For the typical small business, rent is an enormous expense, second only to payroll. And there’s no blueprint for how small-business owners should deal with their landlords during an economy-toppling pandemic.
Here’s one option: ignore your landlord and plan on resuming rent payments when sales hopefully improve, and try to not get evicted in the meantime. Another option? Stay current on rent and pray that the economy recovers before you run out of cash.
Either way, according to contract and bankruptcy law, small businesses — which employ about half our nation’s labor force — are on the hook for making rent payments in full, even if the value of commercial space they lease greatly decreases (something already happening across the United States). Entrepreneurs in hard-hit areas are at risk of losing not only their businesses but also their homes and savings. Some already have. But it doesn’t to be this way.

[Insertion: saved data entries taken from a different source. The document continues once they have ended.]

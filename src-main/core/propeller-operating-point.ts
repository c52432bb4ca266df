// The full-throttle operating point of a boat, multirotor or plane on one supply, at full
// charge (when the currents are highest, the safe side for every current rule).
//
// The motor is the first-order DC model (M. Drela, "First-Order DC Electric Motor Model",
// MIT Aero & Astro, 2007), its loop resistance taking in the controller and the pack. It turns
// the propeller directly or through a gearbox; the propeller asks for the power
// P = C_P·ρ·n³·D⁵ (n in rev/s) and gives the thrust T = C_T·ρ·n²·D⁴, in water or air.
// - Peak and continuous current: the static point, where motor torque meets the propeller's
//   P/ω. A propeller asks for the most torque standing still, so it stands for both.
// - Tip speed is judged at the highest rpm the propeller can reach: as the craft moves the
//   propeller unloads and the motor runs toward its no-load speed Kv·(V − I0·R).

import type { BuildInputs } from './build-inputs';
import { known, lacking, type Known } from './known';
import { allOf, anyMissing, baseNeeds, lackingAll, motorInLoop, NOT_APPLICABLE, type Operation } from './operation';
import { staticPropPoint, tipSpeed, unloadedPropRevPerS } from './propeller';
import type { SupplyModel } from './supply';
import { radPerSToRpm } from './units';

export function propellerOperatingPoint(inp: BuildInputs, supply: Known<SupplyModel>): Operation {
  const { propDiameterM, powerCoefficient, thrustCoefficient, drivetrainEfficiency } = inp;
  const notApplicable = lacking(NOT_APPLICABLE);
  const base = baseNeeds(inp, supply);
  // A geared propeller also needs the gearbox efficiency; direct drive does not.
  const needs = inp.propGeared ? [propDiameterM, powerCoefficient, drivetrainEfficiency] : [propDiameterM, powerCoefficient];
  const m = supply.value === null ? null : motorInLoop(inp, supply.value);
  const n = inp.motorCount.value;
  const ratio = inp.propGearRatio;

  if (supply.value === null || m === null || n === null || propDiameterM.value === null || powerCoefficient.value === null || anyMissing(needs)) {
    const peak = lackingAll(base, needs);
    const op = allOf(lackingAll(base, needs), notApplicable, false);
    op.peakMotorA = peak;
    op.thrustN = lackingAll(base, [...needs, thrustCoefficient]);
    op.tipSpeedMps = op.tipSpeedStaticMps = op.propRpmStatic = peak;
    op.propRpmUnloaded = lackingAll(base, [propDiameterM]);
    // The unloaded rpm needs no propeller coefficients, so its tip speed is judged without them.
    if (supply.value !== null && m !== null && propDiameterM.value !== null) {
      const revPerS = unloadedPropRevPerS(m, supply.value.fullV, ratio);
      op.propRpmUnloaded = known(revPerS * 60);
      op.tipSpeedMps = known(tipSpeed(revPerS, propDiameterM.value));
    }
    return op;
  }
  const volts = supply.value.fullV;
  const point = staticPropPoint(m, volts, {
    diameterM: propDiameterM.value,
    powerCoefficient: powerCoefficient.value,
    thrustCoefficient: thrustCoefficient.value,
    densityKgM3: inp.fluidDensity,
    gearRatio: ratio,
    gearEfficiency: inp.propGeared ? (drivetrainEfficiency.value ?? 1) : 1,
  });
  const staticRpm = known(radPerSToRpm(point.omegaRadS));
  const unloadedRevPerS = unloadedPropRevPerS(m, volts, ratio);
  const current = known(point.currentA);
  return {
    peakMotorA: current,
    continuousMotorA: current,
    steadyMotorA: current,
    runRmsMotorA: notApplicable,
    runAverageMotorA: notApplicable,
    loadedTopSpeedKmh: notApplicable,
    loadedRpm: staticRpm,
    loadedRpmFull: staticRpm,
    thrustN: point.thrustN === null ? thrustCoefficient : known(n * point.thrustN),
    tipSpeedMps: known(tipSpeed(unloadedRevPerS, propDiameterM.value)),
    tipSpeedStaticMps: known(point.tipSpeedMps),
    propRpmStatic: known(point.revPerS * 60),
    propRpmUnloaded: known(unloadedRevPerS * 60),
  };
}
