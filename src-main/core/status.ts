import type { Status } from './domain';

// A check that cannot be made is worse news than a known small margin.
const RANK: Readonly<Record<Status, number>> = { over: 0, incomplete: 1, tight: 2, clear: 3 };

/** Negative when `a` is worse than `b`: sorts worst first. */
export function compareStatus(a: Status, b: Status): number {
  return RANK[a] - RANK[b];
}

/** The worst of several verdicts: over, then incomplete, then tight, then clear. Nothing to judge reads clear. */
export function worstStatus(statuses: Iterable<Status>): Status {
  let worst: Status = 'clear';
  for (const s of statuses) if (RANK[s] < RANK[worst]) worst = s;
  return worst;
}

/** (limit − value) ÷ limit, kept finite so it survives JSON. Limit must be positive. */
export function marginOf(value: number, limit: number): number {
  const m = (limit - value) / limit;
  return Math.max(-Number.MAX_VALUE, Math.min(Number.MAX_VALUE, m));
}

/** Over when the value passes the limit, tight when the margin is under the threshold. */
export function statusOf(value: number, limit: number, tightThreshold: number): Exclude<Status, 'incomplete'> {
  if (value > limit) return 'over';
  return marginOf(value, limit) < tightThreshold ? 'tight' : 'clear';
}
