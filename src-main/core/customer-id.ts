// The customer an owner text becomes, when a vehicle written before customers were records
// names its owner as text. The store's upgrade derived ids the same way (its migration holds a
// frozen copy), so an old file imported after the upgrade meets the customers it made.

/** FNV-1a over the UTF-16 code units, 32 bits, as 8 hex digits: a short stable tag of the owner text. */
function textTag(text: string): string {
  let h = 0x811c9dc5;
  for (let i = 0; i < text.length; i++) {
    h ^= text.charCodeAt(i);
    h = Math.imul(h, 0x01000193) >>> 0;
  }
  return h.toString(16).padStart(8, '0');
}

/** Readable where the text is, unique by its tag: "Dana Ó Briain" → "cust-dana-o-briain-1a2b3c4d". The text is trimmed first. */
export function customerIdForOwner(ownerText: string): string {
  const owner = ownerText.trim();
  const slug = owner
    .toLowerCase()
    .normalize('NFKD')
    .replace(/[^a-z0-9]+/g, '-')
    .replace(/^-+|-+$/g, '')
    .slice(0, 40)
    .replace(/-+$/, '');
  return `cust-${slug === '' ? '' : `${slug}-`}${textTag(owner)}`;
}
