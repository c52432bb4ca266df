// The full-throttle operating point of a car or truck on one supply, at full charge (when the
// currents are highest, the safe side for every current rule).
//
// The motor is the first-order DC model (M. Drela, "First-Order DC Electric Motor Model",
// MIT Aero & Astro, 2007), its loop resistance taking in the controller and the pack. It drives
// the wheels through the final drive ratio and the drivetrain efficiency; the road pushes back
// with rolling resistance C_rr·m·g and aerodynamic drag ½·ρ·C_d·A·v².
// - Peak current: the launch, where the tyres' grip μ·m·g on the driven wheels caps the torque
//   (or the stall current, where that is lower), or the continuous current where drag asks for more.
// - Continuous current: the larger of the steady current at the loaded top speed (where motor
//   torque through the drivetrain meets road load) and the RMS current over a full-throttle run
//   from standstill, over the build's run length.

import type { BuildInputs } from './build-inputs';
import { AIR_DENSITY } from './constants';
import { launchCurrent, loadedTopSpeed, type Driveline, type RoadVehicle } from './ground-load';
import { known, lacking, type Known } from './known';
import type { MotorParams } from './motor';
import { allOf, anyMissing, baseNeeds, lackingAll, motorInLoop, NOT_APPLICABLE, type Operation } from './operation';
import { tractionLimit } from './road-load';
import { fullThrottleRun, type RunModel } from './run';
import type { SupplyModel } from './supply';
import { mpsToKmh, radPerSToRpm } from './units';

function runModelOf(inp: BuildInputs, m: MotorParams, voltageV: number, d: Driveline, road: RoadVehicle): RunModel {
  const { tractionCoefficient: mu, massKg } = inp;
  // Without a traction coefficient the run takes no wheelspin limit: the current reads high.
  const tractionForceN = mu.value === null || massKg.value === null ? null : tractionLimit(mu.value, massKg.value) * inp.drivenShare;
  return { m, voltageV, d, road, tractionForceN };
}

function drivelineOf(inp: BuildInputs): Driveline | null {
  const { motorCount, finalDrive, tireDiameterMm, drivetrainEfficiency } = inp;
  if (motorCount.value === null || finalDrive.value === null || tireDiameterMm.value === null || drivetrainEfficiency.value === null) return null;
  return { motorCount: motorCount.value, finalDrive: finalDrive.value, tireDiameterMm: tireDiameterMm.value, efficiency: drivetrainEfficiency.value };
}

function roadOf(inp: BuildInputs): RoadVehicle | null {
  const { massKg, dragAreaM2, rollingCoefficient } = inp;
  if (massKg.value === null || dragAreaM2.value === null || rollingCoefficient.value === null) return null;
  return { massKg: massKg.value, dragAreaM2: dragAreaM2.value, rollingCoefficient: rollingCoefficient.value, airDensity: AIR_DENSITY };
}

/**
 * The full-throttle run of a car or truck on one supply, as the continuous current is judged on
 * it (full charge, the same loop resistance); null where an input it needs is missing.
 */
export function groundRunModel(inp: BuildInputs, supply: Known<SupplyModel>): RunModel | null {
  const kind = inp.kind.value;
  if (kind !== 'car' && kind !== 'truck') return null;
  if (supply.value === null) return null;
  const m = motorInLoop(inp, supply.value);
  const d = drivelineOf(inp);
  const road = roadOf(inp);
  if (m === null || d === null || road === null) return null;
  return runModelOf(inp, m, supply.value.fullV, d, road);
}

export function groundOperatingPoint(inp: BuildInputs, supply: Known<SupplyModel>): Operation {
  const { finalDrive, tireDiameterMm, drivetrainEfficiency, massKg, tractionCoefficient, dragAreaM2, rollingCoefficient } = inp;
  const notApplicable = lacking(NOT_APPLICABLE);
  const base = baseNeeds(inp, supply);
  const peakNeeds = [finalDrive, tireDiameterMm, drivetrainEfficiency, massKg, tractionCoefficient];
  const contNeeds = [finalDrive, tireDiameterMm, drivetrainEfficiency, massKg, dragAreaM2, rollingCoefficient];
  const m = supply.value === null ? null : motorInLoop(inp, supply.value);
  const d = drivelineOf(inp);
  if (supply.value === null || m === null || d === null || (anyMissing(peakNeeds) && anyMissing(contNeeds))) {
    const op = allOf(lackingAll(base, contNeeds), notApplicable, true);
    op.peakMotorA = lackingAll(base, peakNeeds);
    return op;
  }
  const volts = supply.value.fullV;
  const op = allOf(lackingAll([], contNeeds), notApplicable, true);
  const road = roadOf(inp);
  if (road !== null) {
    // The current is judged at full charge (the worst case); the speed a driver sees is
    // quoted at nominal voltage, like the theoretical speed beside it.
    const top = loadedTopSpeed(m, volts, d, road);
    const cruising = loadedTopSpeed(m, supply.value.nominalV, d, road);
    const run = fullThrottleRun(runModelOf(inp, m, volts, d, road), inp.runLengthS);
    op.steadyMotorA = known(top.currentA);
    op.runRmsMotorA = known(run.rmsCurrentA);
    op.runAverageMotorA = known(run.averageCurrentA);
    // What a pack and a controller carry on a real run is at least the steady current.
    op.continuousMotorA = known(Math.max(run.rmsCurrentA, top.currentA));
    op.loadedTopSpeedKmh = known(mpsToKmh(cruising.speedMps));
    op.loadedRpm = known(radPerSToRpm(cruising.omegaRadS));
    op.loadedRpmFull = known(radPerSToRpm(top.omegaRadS));
  }
  if (massKg.value !== null && tractionCoefficient.value !== null) {
    const launch = launchCurrent(m, volts, d, tractionCoefficient.value, massKg.value, inp.drivenShare);
    // Drag can ask for more at top speed than the tyres allow at launch; the peak is the larger.
    const cont = op.continuousMotorA.value;
    op.peakMotorA = known(cont === null ? launch : Math.max(launch, cont));
  } else {
    op.peakMotorA = lackingAll([], peakNeeds);
  }
  return op;
}
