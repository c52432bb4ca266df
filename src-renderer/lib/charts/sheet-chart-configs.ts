import type { ChartConfiguration, ChartDataset } from 'chart.js';
import type { RunTrace } from '$core/run-trace';
import { displayUnit, toDisplay, type UnitSystem } from '$core/units';
import { SERIES } from './chart-configs';
import type { CurrentBand, ForceChartData, LimitPart, PropChartData } from './sheet-chart-data';
import { fixed } from '../format/number';

// The sheet's charts as chart.js settings. Ratings are drawn as bands (continuous up to burst)
// with a dash pattern of their own per part, so they read on a black-and-white print too.

type LineSet = ChartDataset<'line' | 'scatter', { x: number; y: number }[]>;

const BAND_STYLE: Readonly<Record<LimitPart, { color: string; fill: string; dash: number[] }>> = {
  pack: { color: '#8a5a00', fill: 'rgba(138, 90, 0, 0.12)', dash: [8, 4] },
  controller: { color: '#5b3f8c', fill: 'rgba(91, 63, 140, 0.12)', dash: [2, 3] },
  motor: { color: '#0f6b5c', fill: 'rgba(15, 107, 92, 0.12)', dash: [10, 3, 2, 3] },
};

const GRID = { color: '#ebe9e3' };
const xy = (xs: readonly number[], ys: readonly number[]) => xs.map((x, i) => ({ x, y: ys[i] ?? 0 }));

/** "Pack rating 250–500 A" or "Motor rating 140 A". */
export function bandLabel(b: CurrentBand): string {
  return b.lowA === b.highA ? `${b.label} rating ${fixed(b.lowA, 0)} A` : `${b.label} rating ${fixed(b.lowA, 0)}–${fixed(b.highA, 0)} A`;
}

/** Two flat lines per band across the x range, the upper filled down to the lower. */
export function bandDatasets(bands: readonly CurrentBand[], x0: number, x1: number, yAxisID = 'y'): LineSet[] {
  const out: LineSet[] = [];
  for (const b of bands) {
    const s = BAND_STYLE[b.part];
    const line = (y: number) => [
      { x: x0, y },
      { x: x1, y },
    ];
    if (b.lowA !== b.highA) {
      // Unlabelled: the legend shows the band once, under its upper line.
      out.push({ type: 'line', label: '', data: line(b.lowA), borderColor: s.color, borderDash: s.dash, borderWidth: 1.5, pointRadius: 0, fill: false, yAxisID });
    }
    out.push({ type: 'line', label: bandLabel(b), data: line(b.highA), borderColor: s.color, borderDash: s.dash, borderWidth: 1.5, pointRadius: 0, fill: b.lowA !== b.highA ? '-1' : false, backgroundColor: s.fill, yAxisID });
  }
  return out;
}

/** The next round axis end at or above a value: 1, 2, 2.5 or 5 times a power of ten. */
export function niceCeil(value: number): number {
  if (!(value > 0) || !Number.isFinite(value)) return 1;
  const power = 10 ** Math.floor(Math.log10(value));
  for (const step of [1, 2, 2.5, 5, 10]) if (step * power >= value * (1 - 1e-12)) return step * power;
  return 10 * power;
}

/** The top of a current axis: room above the highest current, and the lowest rating in view. */
export function currentAxisMax(peakA: number, bands: readonly CurrentBand[]): number {
  const lowest = bands.length > 0 ? Math.min(...bands.map((b) => b.lowA)) : 0;
  return niceCeil(Math.max(peakA * 1.25, lowest * 1.15, 1));
}

const legend = { position: 'bottom' as const, labels: { boxWidth: 18, boxHeight: 2, filter: (item: { text: string }) => item.text !== '' } };

function marks(label: string, points: { x: number; y: number }[], yAxisID: string): LineSet {
  return { type: 'scatter', label, data: points, borderColor: SERIES.mark.color, backgroundColor: '#ffffff', borderWidth: 2, pointRadius: 6, pointStyle: points.map((_, i) => (i === 0 ? 'rectRot' : 'triangle')), yAxisID };
}

/** Supply current and speed over the full-throttle run, with the pack, controller and motor ratings as bands. */
export function runBandsConfig(run: RunTrace, bands: readonly CurrentBand[], units: UnitSystem): ChartConfiguration<'line' | 'scatter'> {
  const speedUnit = displayUnit('speedKmh', units);
  const peak = Math.max(0, ...run.currentA);
  return {
    type: 'line',
    data: {
      datasets: [
        { type: 'line', label: 'Supply current (A)', data: xy(run.timeS, run.currentA), borderColor: SERIES.current.color, borderDash: SERIES.current.dash, borderWidth: 2.5, pointRadius: 0, yAxisID: 'y' },
        {
          type: 'line',
          label: `Speed (${speedUnit})`,
          data: xy(
            run.timeS,
            run.speedKmh.map((v) => toDisplay(v, 'speedKmh', units)),
          ),
          borderColor: SERIES.power.color,
          borderDash: SERIES.power.dash,
          borderWidth: 2,
          pointRadius: 0,
          yAxisID: 'y1',
        },
        ...bandDatasets(bands, 0, run.runLengthS),
      ],
    },
    options: {
      responsive: true,
      maintainAspectRatio: false,
      parsing: false,
      interaction: { mode: 'nearest', intersect: false },
      plugins: { legend, tooltip: { callbacks: { title: (items) => `${(items[0]?.parsed.x ?? 0).toFixed(2)} s` } } },
      scales: {
        x: { type: 'linear', min: 0, max: run.runLengthS, title: { display: true, text: 'Time from standstill (s)' }, grid: GRID },
        y: { type: 'linear', position: 'left', min: 0, max: currentAxisMax(peak, bands), title: { display: true, text: 'Supply current (A)' }, grid: GRID },
        y1: { type: 'linear', position: 'right', min: 0, title: { display: true, text: `Speed (${speedUnit})` }, grid: { drawOnChartArea: false } },
      },
    },
  };
}

/** Drive force at the wheels and road load against road speed, with the traction limit and the launch and top-speed points. */
export function forceConfig(d: ForceChartData, units: UnitSystem): ChartConfiguration<'line' | 'scatter'> {
  const speedUnit = displayUnit('speedKmh', units);
  const forceUnit = displayUnit('forceN', units);
  const sx = d.speedKmh.map((v) => toDisplay(v, 'speedKmh', units));
  const f = (n: number) => toDisplay(n, 'forceN', units);
  const x1 = niceCeil(sx[sx.length - 1] ?? 0);
  const datasets: LineSet[] = [
    { type: 'line', label: `Drive force at the wheels (${forceUnit})`, data: xy(sx, d.driveN.map(f)), borderColor: SERIES.current.color, borderWidth: 2.5, pointRadius: 0 },
    { type: 'line', label: `Road load (${forceUnit})`, data: xy(sx, d.roadN.map(f)), borderColor: SERIES.power.color, borderDash: SERIES.power.dash, borderWidth: 2, pointRadius: 0 },
  ];
  if (d.tractionN !== null) {
    datasets.push({
      type: 'line',
      label: `Traction limit ${fixed(f(d.tractionN), 1)} ${forceUnit}`,
      data: [
        { x: 0, y: f(d.tractionN) },
        { x: x1, y: f(d.tractionN) },
      ],
      borderColor: '#4a5563',
      borderDash: [2, 3],
      borderWidth: 1.5,
      pointRadius: 0,
    });
  }
  datasets.push(
    marks(
      'Launch ◆, loaded top speed ▲',
      d.marks.map((m) => ({ x: toDisplay(m.speedKmh, 'speedKmh', units), y: f(m.forceN) })),
      'y',
    ),
  );
  return {
    type: 'line',
    data: { datasets },
    options: {
      responsive: true,
      maintainAspectRatio: false,
      parsing: false,
      interaction: { mode: 'nearest', intersect: false },
      plugins: { legend, tooltip: { callbacks: { title: (items) => `${(items[0]?.parsed.x ?? 0).toFixed(1)} ${speedUnit}` } } },
      scales: {
        x: { type: 'linear', min: 0, max: x1, title: { display: true, text: `Road speed (${speedUnit}), full charge` }, grid: GRID },
        y: { type: 'linear', min: 0, title: { display: true, text: `Force (${forceUnit})` }, grid: GRID },
      },
    },
  };
}

/** One motor's current and the thrust of all motors against propeller rpm, with the current ratings per motor as bands. */
export function propCurrentConfig(d: PropChartData, bands: readonly CurrentBand[], units: UnitSystem): ChartConfiguration<'line' | 'scatter'> {
  const forceUnit = displayUnit('forceN', units);
  const x1 = niceCeil(Math.max(...d.propellerRpm, ...d.marks.map((m) => m.propellerRpm)));
  const datasets: LineSet[] = [{ type: 'line', label: 'Current per motor (A)', data: xy(d.propellerRpm, d.currentA), borderColor: SERIES.current.color, borderWidth: 2.5, pointRadius: 0, yAxisID: 'y' }];
  if (d.thrustN.every((t) => t !== null)) {
    datasets.push({
      type: 'line',
      label: `Thrust, all motors (${forceUnit})`,
      data: xy(
        d.propellerRpm,
        d.thrustN.map((t) => toDisplay(t ?? 0, 'forceN', units)),
      ),
      borderColor: SERIES.power.color,
      borderDash: SERIES.power.dash,
      borderWidth: 2,
      pointRadius: 0,
      yAxisID: 'y1',
    });
  }
  datasets.push(...bandDatasets(bands, 0, x1));
  datasets.push(
    marks(
      'Static full throttle ◆, unloaded ▲',
      d.marks.map((m) => ({ x: m.propellerRpm, y: m.currentA })),
      'y',
    ),
  );
  return {
    type: 'line',
    data: { datasets },
    options: {
      responsive: true,
      maintainAspectRatio: false,
      parsing: false,
      interaction: { mode: 'nearest', intersect: false },
      plugins: { legend, tooltip: { callbacks: { title: (items) => `${Math.round(items[0]?.parsed.x ?? 0)} rpm` } } },
      scales: {
        x: { type: 'linear', min: 0, max: x1, title: { display: true, text: 'Propeller speed (rpm), static, throttle 10–100 %, full charge' }, grid: GRID },
        y: { type: 'linear', position: 'left', min: 0, max: currentAxisMax(Math.max(...d.currentA), bands), title: { display: true, text: 'Current per motor (A)' }, grid: GRID },
        y1: { type: 'linear', position: 'right', min: 0, title: { display: true, text: `Thrust (${forceUnit})` }, grid: { drawOnChartArea: false } },
      },
    },
  };
}

/** Tip speed against propeller rpm up to the unloaded speed, with the limit it is judged on. */
export function tipSpeedConfig(d: PropChartData, limitMps: number | null, units: UnitSystem): ChartConfiguration<'line' | 'scatter'> {
  const unit = displayUnit('speedMps', units);
  const s = (v: number) => toDisplay(v, 'speedMps', units);
  const unloaded = d.marks[1];
  const xEnd = unloaded?.propellerRpm ?? Math.max(...d.propellerRpm);
  const x1 = niceCeil(xEnd);
  const datasets: LineSet[] = [
    // Tip speed rises in proportion to rpm: a straight line from standstill to the unloaded speed.
    {
      type: 'line',
      label: `Tip speed (${unit})`,
      data: [
        { x: 0, y: 0 },
        { x: xEnd, y: s(unloaded?.tipSpeedMps ?? 0) },
      ],
      borderColor: SERIES.current.color,
      borderWidth: 2.5,
      pointRadius: 0,
    },
  ];
  if (limitMps !== null) {
    datasets.push({
      type: 'line',
      label: `Tip speed limit ${fixed(s(limitMps), 0)} ${unit}`,
      data: [
        { x: 0, y: s(limitMps) },
        { x: x1, y: s(limitMps) },
      ],
      borderColor: '#b42318',
      borderDash: [8, 4],
      borderWidth: 1.5,
      pointRadius: 0,
    });
  }
  datasets.push(
    marks(
      'Static full throttle ◆, unloaded ▲',
      d.marks.map((m) => ({ x: m.propellerRpm, y: s(m.tipSpeedMps) })),
      'y',
    ),
  );
  return {
    type: 'line',
    data: { datasets },
    options: {
      responsive: true,
      maintainAspectRatio: false,
      parsing: false,
      interaction: { mode: 'nearest', intersect: false },
      plugins: { legend, tooltip: { callbacks: { title: (items) => `${Math.round(items[0]?.parsed.x ?? 0)} rpm` } } },
      scales: {
        x: { type: 'linear', min: 0, max: x1, title: { display: true, text: 'Propeller speed (rpm), full charge' }, grid: GRID },
        y: { type: 'linear', min: 0, max: niceCeil(Math.max(s(unloaded?.tipSpeedMps ?? 0), s(limitMps ?? 0)) * 1.1), title: { display: true, text: `Tip speed (${unit})` }, grid: GRID },
      },
    },
  };
}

Large businesses benefit enormously from the flexibility afforded to them by bankruptcy law. (Most have access to “super priority” bankruptcy loans that guarantee that the business will stay afloat until the case is resolved.) The news is filled with big corporations that found themselves in deep trouble and that are now working their way out by restructuring their debts and payments. But the bankruptcy code is not as friendly to small businesses.
Chapter 11 — the type of bankruptcy that is meant to let businesses reorganize and rehabilitate rather than shut down — was recently amended so that small businesses can stay alive even if their creditors aren’t paid in full. But, crucially, these changes didn’t apply to landlords. This means a small business can’t remain in the same commercial space unless it pays everything owed under the lease, including all back rent.
This is a Catch-22 for many small businesses right now for obvious reasons: If owners are in deep enough trouble to file for bankruptcy, there’s a decent chance they don’t have the funds to pay this rent in full.
One possible solution is that Congress temporarily change bankruptcy law so that small businesses can be allowed to pay their landlords more reasonable amounts until the pandemic is behind us.
More often than not, though, small businesses shut down by simply closing their doors and walking away. In those cases, the landlord can sue the business owner for whatever is left on the lease. If the lease has been personally guaranteed, as is often the case for small businesses, the landlord can even go after the owner’s personal assets.
In a time when entrepreneurs are suffering because of circumstances beyond their control, states should temporarily expand exemptions that protect small business owners from these aggressive tactics.
In fairness, many commercial landlords are opting for a “pay what you can” model. They understand that the chances of filling empty retail space right now are slim. They may have even cut a deal on their own mortgages, allowing them to be more lenient with their tenants.
Unfortunately, some landlords are less reasonable. And, for now, aggressive landlords are enabled to do so by bankruptcy and contract law. In negotiations between two parties, if one party (the landlord) has all the power in the worst-case scenario (closure), then they also have power throughout the bargaining process because they can use that worst case as a threat.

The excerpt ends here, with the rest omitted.